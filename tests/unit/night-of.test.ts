import { expect, test } from 'vitest';
import { nightOf } from '#server/jobs/night-of.ts';

test.each([
  // Winter time in London is UTC; summer time an hour ahead of it.
  ['2027-01-15T03:29:59Z', 'Europe/London', null],
  ['2027-01-15T03:30:00Z', 'Europe/London', '2027-01-15'],
  ['2027-07-15T02:29:59Z', 'Europe/London', null],
  ['2027-07-15T02:30:00Z', 'Europe/London', '2027-07-15'],
  ['2027-07-15T22:59:59Z', 'Europe/London', '2027-07-15'],
  ['2027-07-15T23:00:00Z', 'Europe/London', null],
  // The other side of the world is in its next day already.
  ['2027-01-14T14:30:00Z', 'Pacific/Auckland', '2027-01-15'],
  ['2027-01-14T14:29:59Z', 'Pacific/Auckland', null],
])('%s in %s: %s', (now, zone, expected) => {
  expect(nightOf(new Date(now), zone)).toBe(expected);
});

test.each([
  ['clocks go forward', '2027-03-28'],
  ['clocks go back', '2027-10-31'],
])('each night has one day when %s', (_, day) => {
  const from = Date.parse(`${day}T00:00:00Z`) - 24 * 3600_000;
  const nights = new Set<string>();
  for (let minute = 0; minute < 72 * 60; minute += 5) {
    const night = nightOf(new Date(from + minute * 60_000), 'Europe/London');
    if (night) nights.add(night);
  }
  expect(nights.size).toBe(3);
  expect([...nights]).toContain(day);
});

^^^^^^^^^^^^^^^^

TRY IT: Everything in the listing above should be restated exactly.

EXERCISE RESULT:
filename tests/unit/night-of.test.ts
import { expect, test } from 'vitest';
import { nightOf } from '#server/jobs/night-of.ts';

test.each([
  // Winter time in London is UTC; summer time an hour ahead of it.
  ['2027-01-15T03:29:59Z', 'Europe/London', null],
  ['2027-01-15T03:30:00Z', 'Europe/London', '2027-01-15'],
  ['2027-07-15T02:29:59Z', 'Europe/London', null],
  ['2027-07-15T02:30:00Z', 'Europe/London', '2027-07-15'],
  ['2027-07-15T22:59:59Z', 'Europe/London', '2027-07-15'],
  ['2027-07-15T23:00:00Z', 'Europe/London', null],
  // The other side of the world is in its next day already.
  ['2027-01-14T14:30:00Z', 'Pacific/Auckland', '2027-01-15'],
  ['2027-01-14T14:29:59Z', 'Pacific/Auckland', null],
])('%s in %s: %s', (now, zone, expected) => {
  expect(nightOf(new Date(now), zone)).toBe(expected);
});

test.each([
  ['clocks go forward', '2027-03-28'],
  ['clocks go back', '2027-10-31'],
])('each night has one day when %s', (_, day) => {
  const from = Date.parse(`${day}T00:00:00Z`) - 24 * 3600_000;
  const nights = new Set<string>();
  for (let minute = 0; minute < 72 * 60; minute += 5) {
    const night = nightOf(new Date(from + minute * 60_000), 'Europe/London');
    if (night) nights.add(night);
  }
  expect(nights.size).toBe(3);
  expect([...nights]).toContain(day);
});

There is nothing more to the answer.